### Exercise material
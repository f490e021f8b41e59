/*
 * Timing harness for benchmarks/bench_speed.py: the generated C solver (double and float builds,
 * limits ignored, every solution; and the double build's readings-only entry _inverse_joints)
 * against the hand-written one (benchtop6_hand.c: its readings-only build, and its full build,
 * benchtop6_hand_inverse_full, which returns what the generated full call returns), same poses,
 * interleaved rounds.
 *
 * Compiled with -DIK_HEADER='"<arm>_ik.h"' -DIK_PREFIX=<arm>_ik -DIK_UPPER=<ARM>_IK and the same
 * three for the float build (IK32_HEADER, IK32_PREFIX, IK32_UPPER); each solver is its own
 * translation unit, so every solve is a real call into it (no inlining across files).
 *
 *   speed_harness POSES.bin ROUNDS
 * POSES.bin: raw native-endian doubles, 16 a pose (row-major 4x4). First one checking pass (the
 * generated and hand solvers must find the same number of solutions on every pose, and the
 * readings-only entry the same readings as the full one, bit for bit; the hand-written full build
 * the same readings as the hand-written readings-only one, bit for bit, and the same labels, flags
 * and (within 1e-9 of 1 + their size: near a double root the two compute a small
 * measure with different cancellations) conditioning measures as the generated full call), then ROUNDS
 * rounds, each one timed pass of every solver over all poses, the order of the solvers rotating
 * from round to round. Prints key=value lines: best and median ns per pose of each solver.
 * Built with -DIK_COUNTING (the double solvers compiled with -include ../c/count_math.h and linked
 * with ../c/counters.c), it prints instead the atan2 and sqrt calls per pose of the generated and
 * hand-written double solvers, after the checking pass.
 */
#define _POSIX_C_SOURCE 199309L

#include <math.h>
#include <stdio.h>
#include <stdlib.h>
#include <time.h>

#include IK_HEADER
#include IK32_HEADER
#include "benchtop6_hand.h"

#define CAT_(a, b) a##b
#define CAT(a, b) CAT_(a, b)
#define GEN_INVERSE CAT(IK_PREFIX, _inverse)
#define GEN_JOINTS CAT(IK_PREFIX, _inverse_joints)
#define GEN_DOF CAT(IK_UPPER, _JOINTS)
#define GEN_SOLUTION CAT(IK_PREFIX, _solution)
#define GEN_MAX CAT(IK_UPPER, _MAX_SOLUTIONS)
#define GEN_IGNORE CAT(IK_UPPER, _LIMITS_IGNORE)
#define F32_INVERSE CAT(IK32_PREFIX, _inverse)
#define F32_SOLUTION CAT(IK32_PREFIX, _solution)
#define F32_MAX CAT(IK32_UPPER, _MAX_SOLUTIONS)
#define F32_IGNORE CAT(IK32_UPPER, _LIMITS_IGNORE)

enum { GENERATED, HAND, FLOAT_BUILD, READINGS, HAND_FULL, SOLVERS };
static const char *const NAMES[SOLVERS] = { "generated", "hand", "float", "readings", "hand_full" };

static volatile double sink; /* keeps every pass's results alive */

static double now_ns(void)
{
    struct timespec t;
    clock_gettime(CLOCK_MONOTONIC, &t);
    return (double)t.tv_sec * 1e9 + (double)t.tv_nsec;
}

static double *read_poses(const char *path, long *count)
{
    FILE *f = fopen(path, "rb");
    if (!f) {
        fprintf(stderr, "speed_harness: cannot open %s\n", path);
        exit(2);
    }
    fseek(f, 0, SEEK_END);
    long bytes = ftell(f);
    fseek(f, 0, SEEK_SET);
    *count = bytes / (long)(16 * sizeof(double));
    double *poses = malloc((size_t)(*count > 0 ? *count : 1) * 16 * sizeof(double));
    if (!poses || *count < 1 || fread(poses, 16 * sizeof(double), (size_t)*count, f) != (size_t)*count) {
        fprintf(stderr, "speed_harness: cannot read poses from %s\n", path);
        exit(2);
    }
    fclose(f);
    return poses;
}

/* One pass of one solver over all poses; returns elapsed ns. */
static double pass(int solver, const double *poses, const float *poses32, long count)
{
    GEN_SOLUTION generated[GEN_MAX];
    F32_SOLUTION single[F32_MAX];
    double hand[BENCHTOP6_HAND_MAX][6];
    benchtop6_hand_solution hand_full[BENCHTOP6_HAND_MAX];
    double readings[GEN_MAX][GEN_DOF];
    double total = 0.0;
    const double started = now_ns();
    for (long i = 0; i < count; ++i) {
        int n;
        if (solver == GENERATED) {
            n = GEN_INVERSE(poses + 16 * i, NULL, GEN_IGNORE, generated, NULL);
            total += n ? generated[n - 1].joints[5] : 0.0;
        } else if (solver == HAND) {
            n = benchtop6_hand_inverse(poses + 16 * i, hand);
            total += n ? hand[n - 1][5] : 0.0;
        } else if (solver == READINGS) {
            n = GEN_JOINTS(poses + 16 * i, NULL, readings);
            total += n ? readings[n - 1][5] : 0.0;
        } else if (solver == HAND_FULL) {
            n = benchtop6_hand_inverse_full(poses + 16 * i, hand_full);
            total += n ? hand_full[n - 1].joints[5] : 0.0;
        } else {
            n = F32_INVERSE(poses32 + 16 * i, NULL, F32_IGNORE, single, NULL);
            total += n ? single[n - 1].joints[5] : 0.0;
        }
        total += n;
    }
    const double elapsed = now_ns() - started;
    sink += total;
    return elapsed;
}

#ifdef IK_COUNTING
extern unsigned long bench_atan2_calls, bench_sqrt_calls;

/* Prints the maths-library calls per pose of the two double solvers (source-level calls). */
static void count_calls(const double *poses, long count)
{
    GEN_SOLUTION generated[GEN_MAX];
    double hand[BENCHTOP6_HAND_MAX][6];
    for (int solver = GENERATED; solver <= HAND; ++solver) {
        bench_atan2_calls = bench_sqrt_calls = 0;
        for (long i = 0; i < count; ++i) {
            if (solver == GENERATED)
                GEN_INVERSE(poses + 16 * i, NULL, GEN_IGNORE, generated, NULL);
            else
                benchtop6_hand_inverse(poses + 16 * i, hand);
        }
        printf("%s_atan2_calls=%.4f\n%s_sqrt_calls=%.4f\n", NAMES[solver], (double)bench_atan2_calls / (double)count,
               NAMES[solver], (double)bench_sqrt_calls / (double)count);
    }
}
#endif

static int by_value(const void *a, const void *b)
{
    const double x = *(const double *)a, y = *(const double *)b;
    return (x > y) - (x < y);
}

int main(int argc, char **argv)
{
    if (argc != 3) {
        fprintf(stderr, "usage: speed_harness POSES.bin ROUNDS\n");
        return 2;
    }
    long count;
    double *poses = read_poses(argv[1], &count);
    const int rounds = atoi(argv[2]) > 0 ? atoi(argv[2]) : 1;
    float *poses32 = malloc((size_t)count * 16 * sizeof(float));
    double *times = malloc((size_t)rounds * SOLVERS * sizeof(double));
    if (!poses32 || !times)
        return 2;
    for (long i = 0; i < 16 * count; ++i)
        poses32[i] = (float)poses[i];

    GEN_SOLUTION generated[GEN_MAX];
    F32_SOLUTION single[F32_MAX];
    double hand[BENCHTOP6_HAND_MAX][6];
    benchtop6_hand_solution hand_full[BENCHTOP6_HAND_MAX];
    double readings[GEN_MAX][GEN_DOF];
    long mismatched = 0, readings_differ = 0, full_differ = 0, solutions[SOLVERS] = { 0, 0, 0, 0, 0 };
    for (long i = 0; i < count; ++i) {
        const int g = GEN_INVERSE(poses + 16 * i, NULL, GEN_IGNORE, generated, NULL);
        const int h = benchtop6_hand_inverse(poses + 16 * i, hand);
        solutions[GENERATED] += g;
        solutions[HAND] += h;
        solutions[FLOAT_BUILD] += F32_INVERSE(poses32 + 16 * i, NULL, F32_IGNORE, single, NULL);
        mismatched += g != h;
        const int q = GEN_JOINTS(poses + 16 * i, NULL, readings);
        solutions[READINGS] += q;
        int differ = q != g;
        for (int k = 0; k < q && k < g; ++k)
            for (int j = 0; j < GEN_DOF; ++j)
                differ |= readings[k][j] != generated[k].joints[j];
        readings_differ += differ;
        /* the hand-written full build: its readings bit for bit those of the readings-only build,
         * its labels and flags those of the generated full call, its measures within 1e-9 */
        const int f = benchtop6_hand_inverse_full(poses + 16 * i, hand_full);
        solutions[HAND_FULL] += f;
        differ = f != h || f != g;
        for (int k = 0; k < f && k < h && k < g; ++k) {
            for (int j = 0; j < 6; ++j)
                differ |= hand_full[k].joints[j] != hand[k][j];
            for (int j = 0; j < 3; ++j) {
                differ |= hand_full[k].labels[j] != generated[k].labels[j];
                differ |= !(fabs(hand_full[k].conditioning[j] - generated[k].conditioning[j])
                            <= 1e-9 * (1.0 + fabs(generated[k].conditioning[j])));
            }
            differ |= hand_full[k].singular != generated[k].singular;
            differ |= hand_full[k].within_limits != generated[k].within_limits;
        }
        full_differ += differ;
    }

#ifdef IK_COUNTING
    printf("poses=%ld\ncount_mismatches=%ld\n", count, mismatched);
    count_calls(poses, count);
    return 0;
#endif
    for (int r = 0; r < rounds; ++r)
        for (int k = 0; k < SOLVERS; ++k) {
            const int solver = (r + k) % SOLVERS;
            times[solver * rounds + r] = pass(solver, poses, poses32, count);
        }

    printf("poses=%ld\nrounds=%d\ncount_mismatches=%ld\nreadings_mismatches=%ld\nhand_full_mismatches=%ld\n", count,
           rounds, mismatched, readings_differ, full_differ);
    for (int s = 0; s < SOLVERS; ++s) {
        qsort(times + s * rounds, (size_t)rounds, sizeof(double), by_value);
        printf("%s_solutions=%ld\n", NAMES[s], solutions[s]);
        printf("%s_best_ns=%.3f\n", NAMES[s], times[s * rounds] / (double)count);
        printf("%s_median_ns=%.3f\n", NAMES[s], times[s * rounds + rounds / 2] / (double)count);
    }
    free(poses);
    free(poses32);
    free(times);
    return 0;
}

### Action item
The reply should be nothing but the number of lines in the entries that include "measures".

### Task result
2